8.29 Sspd_chapter 6_part 9_appendix device physics  (Page 8/8)

where k=dielectric constant or relative permittivity of the gate insulator

d=thickness of the gate insulator and A= cross-sectional area of the gate insulator.

Metal interconnects are preferred over low-k material so that propagation delay is minimized.

Low k will give higher velocity of propagation thereby minimizing the propagation delay.

MOS capacitance had to be reproducible, its behavior should be repeatable. To achieve this reproducibility and repeatability, Reactive Sputtering or Metal Organic CVD had to be abandoned in favour of Atomic Layer Deposition . This gave the necessary smoothness to the surface of the electrode as well as precise control over the thickness of the Gate Insulator. This ensured reproducibility and repeatability.

Several dielectrics were studied such as Al ₂ O ₂ , TiO ₂ , Ti ₂ O ₂ , Ti ₂ O ₅ , HfO ₂ , HfSiO ₄ , ZrO ₂ , ZrSiO ₂ , La ₂ O ₃ .

With scaling due to Fermi-Level pinning , higher threshold Voltage (V _Thres ) resulted. Also High-k material have high elasticity hence result in higher phonon scattering or lattice scattering resulting in lower channel mobility. By screening the phonon effect, the deterioration in channel conductivity could be prevented. This required increasing the electron density in Poly-Si gate. Hence we had to switch to Metal-High k combination. This prevented:

1. Fermi-Level pinning hence threshold voltage normalized;
2. This normalized channel conductivity which had drastically deteriorated due to dipole vibration effect;
3. Metal Gate Electrode provides better bonding between Metal-Dielectric. Hence stable operation.

In mid-2003, Intel’s Hillsbaro, Ore, Development Fab developed HK-MG CMOS. Intel’s 130nm technology was used. Using Hafnium-Based Oxide and Metal Gate electrode following characteristics were achieved:

1. Low Threshold = 1V;
2. Negligible leakage current through Oxide;
3. High 2-D channel mobility;

The standard fabrication method was “Gate First”. In this method:

Gate Dielectric+Gate Electrode were laid first;

Source and Drain implanted;

Silicon is annealed to repair the damages that occurred during ion-implantation. High Temperature became a problem for the new technology of HK-MG. So “Gate Last” technology was adopted which circumvented the annealing problem. This led to a paradigm shift in late 2004.

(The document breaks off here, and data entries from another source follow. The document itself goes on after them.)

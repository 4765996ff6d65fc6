// Expected shortfall of laws with power tails: the stop-loss E|X - q| by the period-doubling sums, with the derived
// bound of the images left (one heavy term, or a pair) reported before the Richardson estimate.
import type { Atom, CompiledModel } from "../types";
import { maybeKernels } from "./continuous";
import { exponentsFor, maybeTailLaw, type HeavyLadder } from "./heavy";
import { imageLadder } from "./images";
import { pairLaw, stopLossBuckets } from "./heavy-residual2";
import { bestDerivedEntry, lastRowWeights, residualLaw, type ResidualLaw } from "./heavy-residual";
import { directShortfall } from "../direct/shortfall";
import { directPoint } from "../direct/types";
import { imageScratch } from "./images";
import { shortfallImages } from "./images-shortfall";
import { buildNodes, probeEnvelope, type Envelope, type Nodes } from "./nodes";
import { evalPart, makePart, type ContinuousPart } from "./part";
import type { lawShape } from "./range";
import { richardsonAmplification, richardsonRow } from "./richardson";
import { kernelSfIntegral } from "./shortfall";
import { cabs } from "../complex";
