import { hostname } from "node:os";
import { Worker, type Job } from "bullmq";
import { problemBody, toApiError } from "@/lib/api/errors";
import { recordUsage } from "@/lib/api/metering";
import { chargeUnits } from "@/lib/api/rate-limit";
import { unitsForWork } from "@/lib/api/units";
import { computeThreads, runCompute } from "@/lib/compute/pool";
import { QUEUE_NAME, redisConnection, type JobData, type JobOutcome, type JobProgress } from "./queue";

const JOB_ADVICE = ["Loosen the tolerance (a larger value, e.g. 1e-9 instead of 1e-14).", "Narrow the range, or ask for fewer points or levels, and split the work over several jobs."];

export const workerName = () => `${hostname()}:${process.pid}`;

/** Runs one job on this process's compute pool under the job deadline; meters it like a request. */
export async function processJob(job: Job<JobData, JobOutcome>): Promise<JobOutcome> {
  const t0 = performance.now();
  const startedAt = new Date();
  let computeMs = 0;
  const progress = () => {
    const elapsedMs = Math.round(performance.now() - t0);
    const p: JobProgress = { stage: "running", startedAt: startedAt.toISOString(), elapsedMs, budgetMs: job.data.budgetMs, deadlineUsed: Math.min(1, elapsedMs / job.data.budgetMs) };
    return job.updateProgress(p as never).catch(() => {});
  };
  await progress();
  const timer = setInterval(() => void progress(), 500);
  let outcome: JobOutcome;
  let status = 200;
  try {
    const r = await runCompute({ op: job.data.op, body: job.data.body, budgetMs: job.data.budgetMs }, { advice: JOB_ADVICE, onWork: (ms) => (computeMs += ms) });
    outcome = { ok: true, result: r.result, computeMs: r.computeMs, computeUnits: unitsForWork(r.computeMs), worker: workerName(), finishedAt: new Date().toISOString() };
  } catch (e) {
    const err = toApiError(e, job.data.op === "convolve" ? "" : "/body/model");
    status = err.status;
    // A job stopped at its deadline is charged for the time it ran, like a request; other failures charge nothing.
    const units = err.code === "compute_budget_exceeded" ? unitsForWork(computeMs) : 0;
    if (units) err.extra.computeUnits = units;
    outcome = { ok: false, problem: problemBody(err, `urn:sumfold:job:${job.id}`), computeMs, computeUnits: units, worker: workerName(), finishedAt: new Date().toISOString() };
  } finally {
    clearInterval(timer);
  }
  if (outcome.computeUnits > 0) chargeUnits(job.data.organizationId, outcome.computeUnits);
  recordUsage({
    requestId: String(job.id),
    keyId: job.data.keyId,
    organizationId: job.data.organizationId,
    endpoint: `JOB ${job.data.op}`,
    status,
    durationMs: Math.round(performance.now() - t0),
    computeUnits: outcome.computeUnits,
  });
  return outcome;
}

/** A BullMQ worker taking as many jobs at once as this process has compute threads. */
export function startJobWorker(): Worker<JobData, JobOutcome> {
  return new Worker<JobData, JobOutcome>(QUEUE_NAME, processJob, { connection: redisConnection(), concurrency: computeThreads(), lockDuration: 30_000 });
}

The new flow process was 45nm technology with High k + Metal Gate using Gate-Last strategy. Using this flow process in January 2006, 153Mb SRAM with 1 billion CMOS was built. Leakage gate current was reduced by a factor of 10. But there was sub-threshold leakage.

Scaling had reduced Threshold Voltage but reduced V _Th led to increased sub-threshold leakage which defeated the nanoWatt-logic objective. Each new generation of scaled down transistor would increase I _ON by about 30% but would lead to I _{sub-threshold} increase by 3-Fold. So at ULSI level, power efficiency and low leakage would be at premium rather than speed.

Table IV.The options at 45nm HK-MG CMOS Technology

The CMOS circuits are built between these two extremes.

PENRYN dual-core µP has 410mCMOS and PENRYN quad-core µP has 820 m CMOS. These are optimized for mobile applications, desk-top computers, 64-bit workstations and server applications.

Section III.8. Atomic layer Deposition

Dielectric Layers were deposited by Reactive Sputtering or by Metal Organic CVD. This left unevenness on the surface which caused charge trapping. There were charges stored at the interface too. These charges altered the behavior of MOS capacitance from discharge cycle to discharge cycle. So a deposition method had to be adopted which allowed dielectric deposition in controlled manner atom layer by layer.

Figure XIV. Methodology of Atomic Layer Deposition.

In Figure XIV the steps taken for Atomic Layer Deposition is illustrated. Gas1 reacts with bare Silicon surface to form a single atomic layer of insulator Si-Gas1. As soon as one layer is completed Gas1 stops reacting with Si because no bare Si is in contact with Gas1.

In step 2, Gas2 is chosen which is reactive with dielectric1 or Si-Gas1 insulator. Gas2 reacts with dielectric layer1 to form dielectric layer2 (Dielectric1-Gas2 insulator). As soon as dielectric layer2 covers the whole of dielectric1, reaction stops. Thus each reaction is terminated at the end of layer deposition. In this way we achieve layered gate insulator which is controllable down to the width of a single atom.

This produces much smoother dielectric hence the charge trapping is prevented . MOS produced is reproducible and stable in operation.